Many dealerships still have staff on furlough but are dealing with a rush of buyers – especially in used car departments.
Three car dealers we spoke to this week all said they were on course for a record June.
One said he was on course for his best June in three years, another said he will make a record profit for the month, while Peter Waddell of Big Motoring World said he’d record his ‘best ever’ June.
Dealers are struggling to get hold of stock at sensible prices with some cars going for thousands of pounds over their usual prices.
Derren Martin, of Cap HPI, said: ‘Dealers have had to cope with both shortages and rising prices in the trade, so difficulties replacing stock and at an attractive price have sometimes been difficult.
‘Many have increased retail prices too, to maintain their margins. A change for franchised dealers has been less focus on new cars and more on used – allowing more of a profit opportunity.’

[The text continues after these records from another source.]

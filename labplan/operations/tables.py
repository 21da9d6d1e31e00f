"""All tables of labplan, found by introspection: in which order, by which rows, with which digest.

A table that is added later is found here too.
"""

import hashlib
import json
from collections.abc import Iterator
from dataclasses import dataclass
from datetime import UTC, date, datetime, time, timedelta
from decimal import Decimal
from graphlib import TopologicalSorter
from typing import Any
from uuid import UUID

from django.db import models

from labplan.operations.state import stored_models

# a row may hold a document of 100 kB
CHUNK = 200
# A book is written in its order, or its trigger refuses; all else goes by its key.
ROW_ORDER = {"inventory.Movement": ("bottle_id", "seq")}
Row = tuple[Any, ...]


@dataclass(frozen=True)
class Table:
    """A model's table and the columns that are copied."""

    model: type[models.Model]

    @property
    def name(self) -> str:
        return self.model._meta.db_table

    @property
    def fields(self) -> list[Any]:
        return [field for field in self.model._meta.local_concrete_fields if not field.generated]

    def count(self, alias: str) -> int:
        return self._all(alias).count()

    def rows(self, alias: str) -> Iterator[Row]:
        """Every row as Python values, streamed."""
        order = ROW_ORDER.get(self.model._meta.label, ("pk",))
        names = [field.attname for field in self.fields]
        return self._all(alias).order_by(*order).values_list(*names).iterator(chunk_size=CHUNK)

    def _all(self, alias: str) -> models.QuerySet[Any]:
        return models.QuerySet(self.model, using=alias)


def tables_in_order() -> list[Table]:
    """Every table, after those that its rows must point to.

    A foreign key that may be NULL is left out, for two tables may point to each other by such a
    one; the target checks foreign keys at the end only.
    """
    found = sorted(stored_models(), key=lambda model: model._meta.label)
    known = set(found)
    needs = {model: sorted(_must_point_to(model) & known, key=str) for model in found}
    return [Table(model) for model in TopologicalSorter(needs).static_order()]


def _must_point_to(model: type[models.Model]) -> set[type[models.Model]]:
    return {
        field.related_model
        for field in model._meta.local_concrete_fields
        if field.is_relation and not field.null and field.related_model is not model
    }


@dataclass
class Digest:
    """How many rows there were and what was in them, whatever their order.

    The sum of the rows' hashes: databases sort text in different ways.
    """

    rows: int = 0
    total: int = 0

    def add(self, row: Row) -> None:
        hashed = hashlib.sha256(b"".join(map(value_bytes, row))).digest()
        self.total = (self.total + int.from_bytes(hashed)) % 2**256
        self.rows += 1

    @property
    def hex(self) -> str:
        return f"{self.total:064x}"


def digest_of(table: Table, alias: str) -> Digest:
    digest = Digest()
    for row in table.rows(alias):
        digest.add(row)
    return digest


def value_bytes(value: Any) -> bytes:
    """The value with its type and length, so that no two values or rows look the same.

    Raises TypeError for a type that nobody has thought of.
    """
    kind, data = _plain(value)
    return f"{kind}{len(data)}:".encode() + data


def _plain(value: Any) -> tuple[str, bytes]:
    match value:
        case None:
            return "null", b""
        case bool() | int():
            return type(value).__name__, str(value).encode()
        case Decimal():
            return "decimal", f"{value:f}".encode()
        case float():
            return "float", value.hex().encode()
        case str():
            return "text", value.encode()
        case bytes() | bytearray() | memoryview():
            return "bytes", bytes(value)
        case datetime():
            return "instant", value.astimezone(UTC).isoformat().encode()
        case date() | time() | timedelta() | UUID():
            return type(value).__name__, str(value).encode()
        case dict() | list():
            return "json", json.dumps(value, sort_keys=True, ensure_ascii=False).encode()
    raise TypeError(f"{type(value).__name__} cannot be compared between databases yet")
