"""Figures that stand in the database, read when somebody asks for the metrics."""

import logging
from collections.abc import Iterator

from prometheus_client.core import GaugeMetricFamily, InfoMetricFamily, Metric
from prometheus_client.registry import Collector

from labplan import datafiles
from labplan.base import outbox
from labplan.base.models import OutboxMessageState
from labplan.base.rights import OPERATOR
from labplan.procedures import life
from labplan.procedures.selectors import count_by_state

logger = logging.getLogger(__name__)
NOT_DONE = (OutboxMessageState.NEW, OutboxMessageState.SENT, OutboxMessageState.DEAD)


class DatabaseGauges(Collector):
    """A database that is away leaves out its own figures and spoils no others."""

    def collect(self) -> Iterator[Metric]:
        yield _data_info()
        try:
            read = [*_outbox_gauges(), _procedures()]
        except Exception as error:
            logger.warning("metrics: no figures from the database: %s", type(error).__name__)
            read = []
        yield _single("database_up", "1 when the database gave its figures.", bool(read))
        yield from read


def _single(name: str, text: str, value: float) -> GaugeMetricFamily:
    return GaugeMetricFamily(f"labplan_{name}", text, value=float(value))


def _data_info() -> InfoMetricFamily:
    version = {"data_version": datafiles.data_version()}
    return InfoMetricFamily("labplan_data", "The version of the packaged tables.", value=version)


def _outbox_gauges() -> Iterator[GaugeMetricFamily]:
    figures = outbox.outbox_figures()
    messages = GaugeMetricFamily(
        "labplan_outbox_messages", "Messages that are not done.", labels=["queue", "state"]
    )
    for queue in outbox.QUEUES:
        for state in NOT_DONE:
            messages.add_metric([queue, state.value], figures.waiting.get((queue, state.value), 0))
    yield messages
    yield _single(
        "outbox_oldest_unfinished_age_seconds",
        "Age of the oldest message that is neither done nor dead; 0 without one.",
        figures.oldest_age_s,
    )
    yield _single(
        "outbox_dead_letters", "Messages that were given up.", figures.count(NOT_DONE[2].value)
    )
    yield _single("outbox_paused", "1 while nothing is sent.", figures.is_paused)


def _procedures() -> GaugeMetricFamily:
    counted = count_by_state(actor=OPERATOR)
    made = GaugeMetricFamily("labplan_procedures", "Procedures there are.", labels=["state"])
    for state in life.STATES:
        made.add_metric([state], counted.get(state, 0))
    return made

He explained that dealers have also had to get used to auction houses not delivering their stock quite as quickly as they would have hoped.
Many auction houses are struggling to get their vehicle movements and logistics teams up to speed – hampered, in particular, by social distancing.
Rupert Pontin, of valuations firm Cazana, feels the biggest changes car dealers he has spoken to have dealt with fall into three camps: Unaccompanied test drives, appointment based sales and completely overhauling the way they clean cars.
He said: ‘The test drive has now become unaccompanied and this has helped retail consumers feel less pressured whilst driving and also given them the chance to fully appreciate the car.
‘They also have the opportunity to discuss how they feel about the vehicle without anyone with them or watching over them. So whilst more risky, this has facilitated a swifter, less pressured sales environment.’
The changes may have been wide ranging, but from what we’ve seen the industry has adapted in double quick time. There’s nothing quite like a crisis to accelerate change and the motor trade has certainly seen just that over the past three months.